Nsys options in controller nodes and worker nodes are configured in trainer:

  • trainer.controller_nsight_options. This config group is for the single controller. All fields in this config group will be just sent to Nsight Systems when Ray starts the controller process. ppo_trainer.yaml provides a workable example. Users can reference Nsight Systems manual and Ray user guide for more details.
  • trainer.worker_nsight_options. This config group is for the worker processes. Similarly all fields in this config group will be just sent to Nsight Systems when Ray starts the controller process. Capture range is used to control the profiler when to start and stop. So capture-range: "cudaProfilerApi" is fixed and does not change it. Users can change capture-range-end with some accurate calculation or just leave it null.

Worker process profiling

Verl manages mulitiple RL roles, Actor, Ref, Rollout, Critic, Reward, which are implemented in different Worker classes. And these workers can be combined into one Ray Actor, running in a process group. Each RL role has its own profiling config group, profiler, which consists of three fields:

  • all_ranks and ranks. When all_ranks is set True then all ranks will be profiled; when set False, ranks will be profiled. By default, verl profiles the whole training process in a series worker_process_<PID>.<RID>.nsys-rep files for each process rank. PID is the process ID; RID is the capture range ID.
  • discrete. When set False, all the roles actions in one training step will be dumped in one database. When set True, the actions annotated by DistProfiler.annotate will be dumped into a discrete database. In this case, each role's action occupies one <RID>.
  • actor_rollout_ref. This Worker can be configured to contain at most 3 roles and executes together. So actor_rollout_ref has a profiler config and all the inside roles inherit it.
  • Verl collocate mode. Verl can combine two Worker sub classes to one Worker Actor. In this case, the user should take care that the combined Workers have consistent discrete. The Nsight Systems profiler uses a torch.cuda.profiler.start() and stop() pair to dump a <step> database anyway.

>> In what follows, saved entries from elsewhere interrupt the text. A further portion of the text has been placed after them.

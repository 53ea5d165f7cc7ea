"""Sheets with searches as bare scripts: a heat pump's two pinches, an engine's condenser and its flow.

What does not hang on a search's unknown is found ahead of it. Brackets and
tolerances are the program's.
"""
from __future__ import annotations

import math
from collections.abc import Callable
from itertools import pairwise
from typing import Any

from bare_sheets import PIECES


class Bare:
    """The same cases by hand: one library state a fluid, no checks of range, no names, no printing."""

    fluid: str

    def __init__(self, values: dict[str, float]) -> None:
        import CoolProp
        from scipy.optimize import brentq
        self.CP, self.brentq, self.v = CoolProp, brentq, values
        self.wf, self.water, self.air = (CoolProp.AbstractState("HEOS", name) for name in (self.fluid, "Water", "Air"))

    def root(self, residual: Callable[[float], float], low: float, high: float) -> float:
        """The root to 1e-11 of the bracket; once more at the root where the search did not end there."""
        last = math.nan

        def tried(x: float) -> float:
            nonlocal last
            last = x
            return residual(x)
        found = self.brentq(tried, low, high, xtol=1e-11 * max(abs(low), abs(high)), rtol=1e-13)
        if last != found:
            residual(found)
        return found

    def smallest(self, fluid: Any, p: float, ends: list[float], stream: Any, p_stream: float, h_cold: float,
                 ratio: float, sign: float) -> float:
        """The smallest difference along an exchanger, each zone in equal steps of enthalpy."""
        inputs = self.CP.HmassP_INPUTS
        gaps = []
        for at, (low, high) in enumerate(pairwise(ends)):
            for piece in range(0 if at == 0 else 1, PIECES + 1):
                h = low + piece / PIECES * (high - low)
                fluid.update(inputs, h, p)
                T = fluid.T()
                gaps.append(sign * (stream(h_cold + (h - ends[0]) * ratio, p_stream) - T))
        return min(gaps)


class HeatPump(Bare):
    """The vapour-compression starter: nested roots on the evaporating and condensing temperature."""

    fluid = "R1234ze(E)"

    def solve(self) -> float:
        CP, v = self.CP, self.v
        water = self.water

        def water_T(h: float, p: float) -> float:
            water.update(CP.HmassP_INPUTS, h, p)
            return water.T()
        self.water_T = water_T

        def end(T: str, p: str) -> tuple[float, float]:
            water.update(CP.PT_INPUTS, v[p], v[T])
            return water.hmass(), water.smass()
        self.source_in, self.source_out = end("T_source_in", "p_source"), end("T_source_out", "p_source")
        self.sink_in, self.sink_out = end("T_sink_in", "p_sink"), end("T_sink_out", "p_sink")
        T_crit = self.wf.T_critical()
        self.root(lambda T: self.evaporator(T, T_crit), v["T_source_in"] - 90.0, min(v["T_source_in"], T_crit - 5.0))
        return self.v_cop

    def evaporator(self, T_e: float, T_crit: float) -> float:
        CP, wf, v = self.CP, self.wf, self.v
        wf.update(CP.QT_INPUTS, 1.0, T_e)
        self.p_e, h_g = wf.p(), wf.hmass()
        wf.update(CP.PT_INPUTS, self.p_e, T_e + v["dT_sh"])
        self.h_1, self.s_1 = wf.hmass(), wf.smass()
        wf.rhomass()
        self.root(self.condenser, v["T_sink_in"], T_crit - 2.0)
        m_source = self.m * (self.h_1 - self.h_4) / (self.source_in[0] - self.source_out[0])
        return self.smallest(wf, self.p_e, [self.h_4, h_g, self.h_1], self.water_T, v["p_source"],
                             self.source_out[0], self.m / m_source, 1.0) - v["dT_pinch_e"]

    def condenser(self, T_c: float) -> float:
        CP, wf, v = self.CP, self.wf, self.v
        p_e, h_1 = self.p_e, self.h_1
        wf.update(CP.QT_INPUTS, 1.0, T_c)
        p_c, h_g = wf.p(), wf.hmass()
        wf.update(CP.PSmass_INPUTS, p_c, self.s_1)
        work = (wf.hmass() - h_1) / v["eta_is"]
        h_2 = h_1 + (1 - v["f_loss"]) * work
        wf.update(CP.HmassP_INPUTS, h_2, p_c)
        wf.T(), wf.smass()
        wf.update(CP.PQ_INPUTS, p_c, 0.0)
        h_f, T_bub = wf.hmass(), wf.T()
        wf.update(CP.PT_INPUTS, p_c, T_bub - v["dT_sc"])
        h_3 = wf.hmass()
        wf.smass()
        wf.update(CP.HmassP_INPUTS, h_3, p_e)
        wf.T(), wf.smass()
        self.m, self.h_4 = v["Q_dot_sink"] / (h_2 - h_3), h_3
        m_sink = v["Q_dot_sink"] / (self.sink_out[0] - self.sink_in[0])
        self.v_cop = v["Q_dot_sink"] / (self.m * work / (v["eta_drive"] * v["eta_motor"]) + v["W_dot_aux"])
        return self.smallest(wf, p_c, [h_3, h_f, h_g, h_2], self.water_T, v["p_sink"], self.sink_in[0],
                             self.m / m_sink, -1.0) - v["dT_pinch_c"]


class Engine(Bare):
    """The organic-Rankine starter: a root on the condensing temperature, within it one on the flow."""

    fluid = "CycloPentane"

    def solve(self) -> float:
        CP, v = self.CP, self.v
        water = self.water

        def water_T(h: float, p: float) -> float:
            water.update(CP.HmassP_INPUTS, h, p)
            return water.T()
        self.water_T, self.last_T = water_T, 400.0
        self.scale = 8.31446261815324 / self.air.gas_constant()

        def end(T: str) -> float:
            water.update(CP.PT_INPUTS, v["p_sink"], v[T])
            return water.hmass()
        self.sink_in, self.sink_out = end("T_sink_in"), end("T_sink_out")
        self.h_source_in = self.air_h(v["T_source_in"])
        self.wf.update(CP.QT_INPUTS, 1.0, v["T_e"])
        self.p_e, self.h_3, self.s_3 = self.wf.p(), self.wf.hmass(), self.wf.smass()
        self.wf.update(CP.PQ_INPUTS, self.p_e, 0.0)
        self.h_f = self.wf.hmass()
        self.root(self.condenser, v["T_sink_in"], self.wf.T_critical() - 20.0)
        return self.net

    def air_h(self, T: float) -> float:
        """Enthalpy of thin air: the ideal gas, with the gas constant of today."""
        self.air.update(self.CP.DmolarT_INPUTS, 1e-9, T)
        return self.air.hmass() * self.scale

    def air_T(self, h: float, _: float) -> float:
        """The temperature of thin air of that enthalpy, by Newton's steps on its heat capacity."""
        T = self.last_T
        for _ in range(20):
            step = (h - self.air_h(T)) / (self.air.cpmass() * self.scale)
            T += step
            if abs(step) < 1e-9:
                break
        self.last_T = T
        return T

    def condenser(self, T_c: float) -> float:
        CP, wf, v = self.CP, self.wf, self.v
        p_e = self.p_e
        wf.update(CP.QT_INPUTS, 1.0, T_c)
        p_c, h_g = wf.p(), wf.hmass()
        wf.update(CP.PQ_INPUTS, p_c, 0.0)
        h_1, s_1 = wf.hmass(), wf.smass()
        wf.update(CP.PSmass_INPUTS, p_e, s_1)
        w_p = (wf.hmass() - h_1) / v["eta_p"]
        self.h_2 = h_1 + w_p
        wf.update(CP.HmassP_INPUTS, self.h_2, p_e)
        T_2 = wf.T()
        wf.smass()
        wf.update(CP.PSmass_INPUTS, p_c, self.s_3)
        w_t = (self.h_3 - wf.hmass()) * v["eta_t"]
        h_4 = self.h_3 - w_t
        wf.update(CP.HmassP_INPUTS, h_4, p_c)
        wf.T(), wf.smass()
        most = v["m_dot_source"] * (self.h_source_in - self.air_h(T_2)) / (self.h_3 - self.h_2)
        m = self.root(self.heater, 0.01 * most, most)
        h_cv = min(h_4, h_g)
        wf.update(CP.HmassP_INPUTS, h_cv, p_c)
        m_sink = m * (h_4 - h_1) / (self.sink_out - self.sink_in)
        self.net = m * (w_t * v["eta_gen"] - w_p / v["eta_pm"]) - v["W_dot_aux"]
        return self.smallest(wf, p_c, [h_1, h_cv, h_4], self.water_T, v["p_sink"], self.sink_in, m / m_sink,
                             -1.0) - v["dT_pinch_c"]

    def heater(self, m: float) -> float:
        v = self.v
        h_out = self.h_source_in - m * (self.h_3 - self.h_2) / v["m_dot_source"]
        T_out = self.air_T(h_out, 0.0)
        gap = self.smallest(self.wf, self.p_e, [self.h_2, self.h_f, self.h_3], self.air_T, 0.0, h_out,
                            m / v["m_dot_source"], 1.0)
        return min(gap - v["dT_pinch_h"], T_out - v["T_source_min"])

where to find the profiling data

By default the *.nsys-rep files are saved in the directory /tmp/ray/session_latest/logs/nsight/ at each node. According to the Ray manual, this default directory is not changeable. "however, Ray preserves the --output option of the default config".

Some users may think it is not convenient, but it is understandable that Ray may start hundreds of processes and it would be a big network file system pressure if we save the files in one central place.

Usage Example

To enable profiling for specific components and steps, modify your ppo_trainer.yaml like this:

Disable profiler

    profiler:
        steps: null # disable profile

Enable profiler and one database for one training step

    profiler:
        steps: [1, 2, 5]
        discrete: False
    actor_rollout_ref:
        actor:
            profile:
                enable: True
                all_ranks: True
        # rollout & ref follow actor settings
    critic:
            profile:
                enable: True
                all_ranks: True
    reward_model:
            profile:
                enable: True
                all_ranks: True

Enable profiler and multiple databases for one training step

    profiler:
        steps: [1, 2, 5]
        discrete: True

Profiling Output

When profiling is enabled, verl will generate Nsight Systems profiles for the specified components and steps. The profiles will include:

  • CUDA kernel execution
  • Memory operations
  • CPU-GPU synchronization
  • NVTX markers for key operations

Nsight Systems supports multi-report view, to open multiple databases together. In this mode, different processes and steps can be aligned in one time line for better analysis.